With the summit cloud lifting, we then started heading up to Hartz Pass, having some close encounters with pandani on the way (as seen in the next photo). The climb to the pass is steep (both up and down!) and when we reached the saddle we were hit with a strong gale hurtling up from the west and channelling through the gap. Walking was occasionally unsteady and we were grateful for the small sheltered spots that we passed and for the views which rewarded us.

We reached the summit at about 12:45, and found ourselves a sanctuary on the eastern side of an outcrop, where we had a yummy lunch of cheese and rolls that Jill and Clive had brought along. The clouds were racing overhead and sometimes getting lower, so we headed back down, although our fears of worsening weather did not actually eventuate.

Mount Snowy.

Summit crag with the distant mountains of the southwest (Precipitous Bluff, one of the south-west’s distinctive peaks, is towards the right end of the horizon).

Distinctive outcrop, with Hartz Lake below.

Clouds heading over the summit towards Geeveston.

Return from the summit.

Precipitous Bluff, from the slopes of Hartz Peak.

Dolerite outcrops on the way back to the pass.

Skeletal branches of alpine plants.

View back to Hartz Peak from the pass.

Cushion plant and dolerite (not totally in focus, sorry).

Sunlit pandani at the pass.

On our return to the car park we decided we had time to pop in to Arve Falls, since Jill and Clive hadn’t been there before.

And then it was time to head homewards, via Geeveston for a hot chocolate, and then a pleasant dinner together in the evening.

I really needed the two hikes (well, three, kind of) that I’ve had over Easter.
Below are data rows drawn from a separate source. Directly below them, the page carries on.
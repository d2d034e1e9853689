import { beforeEach, describe, expect, test } from 'vitest';
import { permissionsOf } from '../../../src/domain/access/role-matrix';
import { roles } from '../../../src/domain/access/permissions';
import { addTestPerson, openTestApp, testPassword } from '../../support/test-app';
import { cookieOf, eventsAbout } from './session-support';

const app = openTestApp();

beforeEach(async () => {
  await app.db('sign_in_attempts').delete();
});

test('signs in with staff number and password and tells who, where and what they may', async () => {
  const person = app.person('lead');
  const agent = app.anyone();
  const reply = await agent
    .post('/api/session')
    .send({ staffNumber: person.staffNumber, password: testPassword })
    .expect(200);
  expect(reply.body).toEqual({
    person: {
      id: person.id,
      displayName: person.displayName,
      initials: 'LE',
      staffNumber: person.staffNumber,
      role: 'lead',
      mustChangePassword: false,
      hasBadge: true,
      hasPin: true,
    },
    facility: { id: app.facilities.A, name: 'Alder Hospital', timeZone: 'America/Chicago', unitSystem: 'metric' },
    facilities: [{ id: app.facilities.A, name: 'Alder Hospital' }],
    permissions: permissionsOf('lead'),
    idleTimeoutSeconds: 600,
    expiresAt: '2026-03-04T01:30:00.000Z',
  });
  const again = await agent.get('/api/session').expect(200);
  expect(again.body).toEqual(reply.body);
});

test('gives every role exactly what the matrix gives it', async () => {
  for (const role of roles) {
    const agent = await app.as(role);
    const reply = await agent.get('/api/session').expect(200);
    expect(reply.body).toMatchObject({ person: { role }, permissions: permissionsOf(role) });
  }
});

test('takes a staff number as people type it, and a password in either Unicode form', async () => {
  const person = app.person('technician');
  const typed = ` ${person.staffNumber.toLowerCase()} `;
  await app.anyone().post('/api/session').send({ staffNumber: typed, password: testPassword }).expect(200);
  const wide = testPassword.replace('l', 'ｌ');
  await app.anyone().post('/api/session').send({ staffNumber: typed, password: wide }).expect(200);
});

test('keeps its cookie from scripts and foreign pages, and holds only an id in it', async () => {
  const reply = await app
    .anyone()
    .post('/api/session')
    .send({ staffNumber: app.person('lead').staffNumber, password: testPassword });
  const cookie = cookieOf(reply);
  expect(cookie).toMatch(/^paperside=s%3A[\w-]{32}\.[^;]+; Path=\/; HttpOnly; SameSite=Lax$/);
  expect(reply.headers['cache-control']).toBe('no-store');
});

test('behind https its cookie goes nowhere else: bound to the host, and never sent in clear', async () => {
  const secure = await app.besides({ isCookieSecure: true });
  const reply = await secure
    .anyone()
    .post('/api/session')
    .set('X-Forwarded-Proto', 'https')
    .send({ staffNumber: app.person('lead').staffNumber, password: testPassword })
    .expect(200);
  expect(String(reply.headers['set-cookie'])).toMatch(
    /^__Host-paperside=s%3A[\w-]{32}\.[^;]+; Path=\/; HttpOnly; Secure; SameSite=Lax$/,
  );
});

test('forgets sessions that ran out long ago, and keeps the others', async () => {
  const row = (sid: string, hours: number) => ({
    sid,
    sess: '{}',
    expire: app.db.raw(`localtimestamp + interval '${String(hours)} hours'`),
  });
  await app.db('session').insert([row('long gone', -1), row('still good', 1)]);
  await app
    .anyone()
    .post('/api/session')
    .send({ staffNumber: app.person('lead').staffNumber, password: testPassword })
    .expect(200);
  expect(await app.db('session').whereIn('sid', ['long gone', 'still good']).pluck('sid')).toEqual(['still good']);
});

test('records who signed in, where and how', async () => {
  const person = await addTestPerson(app, { role: 'technician', facilityId: app.facilities.B });
  await app.anyone().post('/api/session').send({ staffNumber: person.staffNumber, password: testPassword }).expect(200);
  expect(await eventsAbout(app.db, person.id)).toEqual([
    {
      kind: 'person.signed-in',
      actor_id: person.id,
      facility_id: app.facilities.B,
      payload: { by: 'password' },
      at: app.clock.now(),
    },
  ]);
});

describe('refuses', () => {
  test('a wrong password and an unknown number in the same words, and records the try', async () => {
    const person = await addTestPerson(app, { role: 'lead', facilityId: app.facilities.A });
    const wrong = await app
      .anyone()
      .post('/api/session')
      .send({ staffNumber: person.staffNumber, password: 'lantern gravel thirty badgers' })
      .expect(401);
    const unknown = await app
      .anyone()
      .post('/api/session')
      .send({ staffNumber: 'Z9999', password: 'lantern gravel thirty badgers' })
      .expect(401);
    expect(wrong.type).toBe('application/problem+json');
    expect(wrong.headers['set-cookie']).toBeUndefined();
    expect(wrong.body).toMatchObject({ code: 'session.refused', status: 401 });
    expect({ ...wrong.body, reference: '' }).toEqual({ ...unknown.body, reference: '' });
    expect(await eventsAbout(app.db, person.id)).toMatchObject([
      {
        kind: 'person.sign-in-refused',
        actor_id: null,
        facility_id: app.facilities.A,
        payload: { by: 'password', reason: 'wrong-secret' },
      },
    ]);
    expect(await eventsAbout(app.db, 'unknown')).toMatchObject([
      { kind: 'person.sign-in-refused', facility_id: null, payload: { by: 'password', reason: 'unknown' } },
    ]);
  });

  test('a password that is cut off or in other capitals', async () => {
    const { staffNumber } = app.person('lead');
    for (const password of [testPassword.slice(0, -1), testPassword.toUpperCase(), `${testPassword} `]) {
      await app.anyone().post('/api/session').send({ staffNumber, password }).expect(401);
    }
  });

  test('who is switched off, and says so only to who knows the password', async () => {
    const person = await addTestPerson(app, { role: 'lead', facilityId: app.facilities.A });
    await app.db('people').where({ id: person.id }).update({ is_disabled: true });
    const sign = (password: string) =>
      app.anyone().post('/api/session').send({ staffNumber: person.staffNumber, password }).expect(401);
    expect((await sign(testPassword)).body).toMatchObject({ code: 'session.disabled' });
    expect((await sign('lantern gravel thirty badgers')).body).toMatchObject({ code: 'session.refused' });
  });

  test('whose place here has run out, and takes them until it has', async () => {
    const person = await addTestPerson(app, {
      role: 'surveyor',
      facilityId: app.facilities.A,
      expiresAt: new Date(app.clock.now().getTime() + 60_000),
    });
    const sign = () =>
      app.anyone().post('/api/session').send({ staffNumber: person.staffNumber, password: testPassword });
    const inTime = await sign().expect(200);
    expect(inTime.body).toMatchObject({ expiresAt: '2026-03-03T13:31:00.000Z' });
    app.clock.advance({ minutes: 1 });
    expect((await sign().expect(401)).body).toMatchObject({ code: 'session.no-facility' });
  });

  test('a one-time password that has run out', async () => {
    const person = await addTestPerson(app, { role: 'lead', facilityId: app.facilities.A });
    await app
      .db('people')
      .where({ id: person.id })
      .update({ must_change_password: true, one_time_password_expires_at: app.clock.now() });
    const reply = await app
      .anyone()
      .post('/api/session')
      .send({ staffNumber: person.staffNumber, password: testPassword })
      .expect(401);
    expect(reply.body).toMatchObject({ code: 'session.one-time-password-expired' });
  });

  test('requests with a missing, extra or mistyped field, in plain words and without a try counted', async () => {
    const password = testPassword;
    const bodies: readonly (object | string | undefined)[] = [
      {},
      { staffNumber: 'A1001' },
      { password },
      { staffNumber: 'A1001', password, role: 'administrator' },
      { staffNumber: 1001, password },
      { staffNumber: 'A1001', password: null },
      { staffNumber: ['A1001'], password },
      { staffNumber: { $ne: '' }, password: { $ne: '' } },
      { staffNumber: '', password },
      { staffNumber: 'A1001', password: '' },
      { staffNumber: 'A'.repeat(201), password },
      { staffNumber: 'A1001', password: 'x'.repeat(1001) },
      [],
      undefined,
    ];
    for (const body of bodies) {
      const reply = await app.anyone().post('/api/session').send(body);
      expect(reply.status, JSON.stringify(body)).toBe(400);
      expect(reply.type).toBe('application/problem+json');
      expect(reply.body).toMatchObject({ code: 'request.not-understood' });
    }
    expect(await app.db('sign_in_attempts').select()).toEqual([]);
  });

  test('bodies that are no JSON, too large, or of another kind', async () => {
    const agent = app.anyone();
    await agent.post('/api/session').type('json').send('{"staffNumber":').expect(400);
    await agent.post('/api/session').type('form').send('staffNumber=A1001&password=x').expect(400);
    const large = await agent.post('/api/session').send({ staffNumber: 'A1001', password: 'x'.repeat(300_000) });
    expect(large.status).toBe(413);
  });

  test('names with characters the database cannot keep', async () => {
    const reply = await app.anyone().post('/api/session').send({ staffNumber: 'A\u0000B', password: testPassword });
    expect(reply.status).toBeGreaterThanOrEqual(400);
    expect(reply.status).toBeLessThan(500);
    const half = await app
      .anyone()
      .post('/api/session')
      .send({ staffNumber: 'A\ud800B', password: `\ud800${testPassword}` });
    expect(half.status).toBe(401);
  });

  test('a write without the header our own pages send', async () => {
    const reply = await app
      .anyone()
      .post('/api/session')
      .unset('X-Requested-With')
      .send({ staffNumber: app.person('lead').staffNumber, password: testPassword })
      .expect(403);
    expect(reply.body).toMatchObject({ code: 'request.foreign' });
  });
});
They’ve been good for my psyche.

An afternoon jaunt up Collins Cap

Easter Saturday dawned pleasantly, allowing me to take the APs for a morning drive (through interesting countryside, but I didn’t take photos). In the afternoon, having returned them home, the day became more spectacularly autumn blue mild, and I couldn’t let it go to waste. I threw some snacks, a drink, a map, some warm tops, my good camera and my tripod into the car, and headed up to Collinsvale. Having squeezed into the last remaining car parking place I loaded my gear and started up the Myrtle Forest track, its dense rainforest dark and gloomy despite the sunny day (it shelters on the southern side of a hill, and so loses the sun quite early).

I made my way steadily higher—well, unsteadily higher, as the track got steeper—and started to be rewarded with a little more sunshine and the beginnings of some great views of the Wellington plateau. It was a relief to come out at the top of the track (I was dripping sweat, and my glasses kept fogging up), but it was a false relief because there was still another 160m of vertical altitude change to go in order to reach the summit of my target: Collins Cap.
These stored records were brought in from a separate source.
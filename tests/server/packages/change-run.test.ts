import { describe, expect, it } from 'vitest';
import type { RunSummary } from '../../../src/contract/runs';
import { anId, openTestApp } from '../../support/test-app';
import { addRun, eventsAbout, snapshot } from './packing-room';

const app = openTestApp();

async function change(runId: string, body: object) {
  const technician = await app.as('technician');
  const reply = await technician.patch(`/api/runs/${runId}`).send({ requestId: anId(), version: 1, ...body });
  return { status: reply.status, body: reply.body as { run: RunSummary; code: string; detail: string } };
}

const tomorrow = '2026-03-04T18:00:00.000Z';

describe('changing a run', () => {
  it('gives it another name and another hour, with both told in the history', async () => {
    const runId = await addRun(app, 'Room 4');
    const { status, body } = await change(runId, { name: '  Room 4, second list ', wantedAt: '2026-03-04T18:00:00Z' });
    expect(status).toBe(200);
    expect(body.run).toMatchObject({ name: 'Room 4, second list', wantedAt: tomorrow, version: 2, state: 'waiting' });
    expect((await eventsAbout(app, runId)).at(-1)).toEqual({
      kind: 'run.changed',
      payload: {
        before: { name: 'Room 4', wantedAt: null },
        after: { name: 'Room 4, second list', wantedAt: tomorrow },
      },
    });
  });

  it('leaves what is not stated, and takes the hour away when told so', async () => {
    const runId = await addRun(app, 'Room 5');
    await change(runId, { wantedAt: tomorrow });
    expect((await change(runId, { version: 2, name: 'Room 6' })).body.run).toMatchObject({ wantedAt: tomorrow });
    expect((await change(runId, { version: 3, wantedAt: null })).body.run).toMatchObject({
      name: 'Room 6',
      wantedAt: null,
      version: 4,
    });
  });

  it('writes nothing when nothing differs, and once when asked twice', async () => {
    const runId = await addRun(app, 'Room 7');
    const before = await snapshot(app);
    expect((await change(runId, { name: 'Room 7', wantedAt: null })).body.run.version).toBe(1);
    expect(await snapshot(app)).toBe(before);
    const request = { requestId: anId(), name: 'Room 8' };
    const first = await change(runId, request);
    const after = await snapshot(app);
    expect(await change(runId, request)).toEqual(first);
    expect(await snapshot(app)).toBe(after);
  });

  it('lets one of two who change it at once, and tells the other', async () => {
    const runId = await addRun(app, 'Room 9');
    const replies = await Promise.all([change(runId, { name: 'Here' }), change(runId, { name: 'There' })]);
    expect(replies.map(({ status }) => status).sort()).toEqual([200, 409]);
    const late = replies.find(({ status }) => status === 409);
    expect(late?.body).toMatchObject({
      code: 'run.changed-meanwhile',
      detail: 'Somebody else changed this run meanwhile. Look again.',
    });
    expect((await eventsAbout(app, runId)).filter(({ kind }) => kind === 'run.changed')).toHaveLength(1);
  });

  it.each(['taken', 'dropped'])('is refused for a run that is %s', async (state) => {
    const runId = await addRun(app, 'Over');
    await app.db('runs').where({ id: runId }).update({ state });
    const before = await snapshot(app);
    expect(await change(runId, { name: 'Late' })).toMatchObject({ status: 409, body: { code: `run.${state}` } });
    expect(await snapshot(app)).toBe(before);
  });

  it.each([
    ['no name', { name: ' ' }],
    ['a name too long', { name: 'x'.repeat(81) }],
    ['a NUL', { name: 'A\u0000B' }],
    ['an hour that is none', { wantedAt: 'soon' }],
    ['no version', { version: undefined, name: 'New' }],
    ['a field too many', { state: 'dropped' }],
  ])('is refused with %s', async (_what, body) => {
    const runId = await addRun(app, 'Stays');
    const before = await snapshot(app);
    const reply = await change(runId, body);
    expect(reply.status).toBe(400);
    expect(await snapshot(app)).toBe(before);
  });

  it('knows no run of another facility', async () => {
    const theirs = await addRun(app, 'Theirs', 'B');
    const before = await snapshot(app);
    expect(await change(theirs, { name: 'Ours' })).toMatchObject({ status: 404, body: { code: 'run.none' } });
    expect(await snapshot(app)).toBe(before);
  });
});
By now, though, the views were spectacular, and I reached the peak, with its big rock cairn, about 1.5 hours after setting off. I rewarded myself by taking lots of photos, having a couple of hot cross buns and a drink, and popping down over the side to find a geocache. In the photos below, the peaks of south-west Tasmania are in the far distance of the first couple of photos, and the prominent peak—that has a photo to itself in the fourth photo below and is the backdrop to the second of the selfies—is Collins Bonnet (why Collins had mountains named after his headwear is your responsibility to Google!).
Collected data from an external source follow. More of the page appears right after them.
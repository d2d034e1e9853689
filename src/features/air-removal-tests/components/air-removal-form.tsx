import type { AirRemovalTest } from '#contract/air-removal-tests';
import type { SterilizerOnFile } from '#contract/equipment';
import { zodResolver } from '@hookform/resolvers/zod';
import { useForm, useWatch } from 'react-hook-form';
import { showAtFields, useWrite } from '../../../components/stock/use-write';
import { useAnnounce } from '../../../components/ui/announcer';
import { Button } from '../../../components/ui/button';
import { CheckboxField } from '../../../components/ui/checkbox-field';
import { RadioGroupField } from '../../../components/ui/radio-group-field';
import { SelectField } from '../../../components/ui/select-field';
import { TextField } from '../../../components/ui/text-field';
import { isProblem, sentenceOf } from '../../../lib/errors';
import { useFacility } from '../../../lib/facility';
import { serverNow } from '../../../lib/server-clock';
import { useSession } from '../../../lib/session';
import { useRecordAirRemovalTest } from '../mutations';
import {
  airRemovalTestFormSchema,
  wallTextOf,
  type AirRemovalTestInput,
  type AirRemovalTestOutput,
} from '../test-form';

type AirRemovalFormProps = {
  sterilizers: readonly SterilizerOnFile[];
  sterilizerId: string | null;
  readers: readonly { readonly id: string; readonly name: string }[];
  /** The pack of the test before: the box is mostly the same one. */
  lastPack: AirRemovalTest | null;
  onSterilizer: (id: string) => void;
};

/** What the sheet showed. A failed test offers to take the sterilizer out of service with it. */
export function AirRemovalForm({ sterilizers, sterilizerId, readers, lastPack, onSterilizer }: AirRemovalFormProps) {
  const { timeZone } = useFacility();
  const { person } = useSession();
  const record = useRecordAirRemovalTest();
  const write = useWrite();
  const announce = useAnnounce();
  const { register, control, handleSubmit, setError, setValue, formState } = useForm<
    AirRemovalTestInput,
    unknown,
    AirRemovalTestOutput
  >({
    resolver: zodResolver(airRemovalTestFormSchema(timeZone)),
    defaultValues: {
      sterilizerId: sterilizerId ?? '',
      testedAt: wallTextOf(serverNow(), timeZone),
      packLot: lastPack?.packLot ?? '',
      packExpiresOn: lastPack?.packExpiresOn ?? '',
      isBeforeFirstLoad: true,
      secondReaderId: '',
      note: '',
      isTakenOutOfService: false,
    },
  });
  const { errors } = formState;
  const result = useWatch({ control, name: 'result' });
  const chosen = sterilizers.find((one) => one.id === sterilizerId);
  const send = handleSubmit(async (test) => {
    // The box goes with a failed test only, and may have been ticked before the result was put right.
    const isTakenOutOfService = test.result === 'failed' && test.isTakenOutOfService;
    try {
      const reply = await write((requestId) => record.mutateAsync({ ...test, isTakenOutOfService, requestId }));
      const { code } = reply.test.sterilizer;
      announce(
        reply.serviceState === 'out-of-service' ? `${code} is out of service.` : `${code}: test ${reply.test.result}.`,
      );
      // The next one is another test: nothing that was read from this sheet stays.
      setValue('note', '');
      setValue('isTakenOutOfService', false);
    } catch (error) {
      showAtFields(error, setError);
    }
  });
  const refusal =
    record.error === null || (isProblem(record.error) && record.error.fields.length > 0) ? null : record.error;
  return (
    <form
      noValidate
      onSubmit={(event) => {
        event.preventDefault();
        void send();
      }}
      className="grid content-start gap-5"
    >
      <div className="grid items-start gap-x-4 gap-y-5 sm:grid-cols-2">
        <SelectField
          label="Sterilizer"
          placeholder="Choose a sterilizer"
          options={sterilizers
            .filter((one) => one.needsAirRemovalTest || one.id === sterilizerId)
            .map((one) => ({ value: one.id, label: `${one.code}, ${one.name}` }))}
          error={errors.sterilizerId?.message}
          {...register('sterilizerId', {
            onChange: (event: { target: { value: string } }) => {
              if (event.target.value !== '') onSterilizer(event.target.value);
            },
          })}
        />
        <TextField
          label="When it ran"
          type="datetime-local"
          error={errors.testedAt?.message}
          {...register('testedAt')}
        />
        <RadioGroupField
          label="What the sheet shows"
          className="sm:col-span-2"
          options={[
            { value: 'passed', label: 'Passed', note: 'Turned evenly, the middle like the edge.' },
            { value: 'failed', label: 'Failed', note: 'Lighter in the middle, or in patches: air was left.' },
          ]}
          error={errors.result?.message}
          {...register('result')}
        />
        {result === 'failed' && (
          <CheckboxField
            label={`Take ${chosen?.code ?? 'the sterilizer'} out of service with it`}
            hint="No load of it can be closed until an engineer or supervisor puts it back."
            className="bg-madder-1 px-4 py-1 shadow-[inset_5px_0_0_var(--color-madder-3)] sm:col-span-2"
            {...register('isTakenOutOfService')}
          />
        )}
        <TextField label="Lot of the test pack" isCode error={errors.packLot?.message} {...register('packLot')} />
        <TextField
          label="The pack expires on"
          type="date"
          error={errors.packExpiresOn?.message}
          {...register('packExpiresOn')}
        />
        <CheckboxField
          label="Before the first load of the day"
          className="self-end"
          {...register('isBeforeFirstLoad')}
        />
        <SelectField
          label="Second reader, where in doubt"
          isOptional
          options={[
            { value: '', label: 'Nobody' },
            ...readers
              .filter((reader) => reader.id !== person.id)
              .map((reader) => ({ value: reader.id, label: reader.name })),
          ]}
          error={errors.secondReaderId?.message}
          {...register('secondReaderId')}
        />
        <TextField
          label="Remark"
          isOptional
          className="sm:col-span-2"
          error={errors.note?.message}
          {...register('note')}
        />
      </div>
      <p role="alert" className={refusal === null ? 'sr-only' : 'font-semibold text-madder-3'}>
        {refusal === null ? null : sentenceOf(refusal)}
      </p>
      <div className="flex flex-wrap items-center gap-3">
        <Button
          type="submit"
          size="large"
          kind={result === 'failed' ? 'stop' : 'film'}
          waitingWords={record.isPending ? 'Writing it down' : undefined}
        >
          Write it down
        </Button>
        <p className="text-small text-ink-2">In the name of {person.displayName}.</p>
      </div>
      {record.isSuccess && (
        <p role="status" className="text-row font-semibold text-film-5">
          {record.data.test.sterilizer.code}: {record.data.test.result}, written down.
          {record.data.serviceState === 'out-of-service' && ' It is out of service.'}
        </p>
      )}
    </form>
  );
}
The late afternoon sun and resulting shadows created interesting effects on the nearby slopes, and the views of Collinsvale below and the Derwent River in the distance were also impressive.

I started heading back at 4pm, finding the downhill much easier on the heart and lungs, but perhaps just as painful on the knees. A fire had obviously gone through some of the area, as there was a forest of dead trees which had its own stark beauty.

I had a couple of brief stops to try to get some waterfall photos, but the one annoying thing about the expedition was that both the batteries of my good camera were flat … so I had carried the good camera and tripod to the top to no avail. Fortunately I had also carried my good little camera, but it is limited in what it can accomplish by way of time exposures.

Although I suspect some of my muscles are going to complain tomorrow, I really needed this walk for some rejuvenating mountain/sky/green/water/rocks.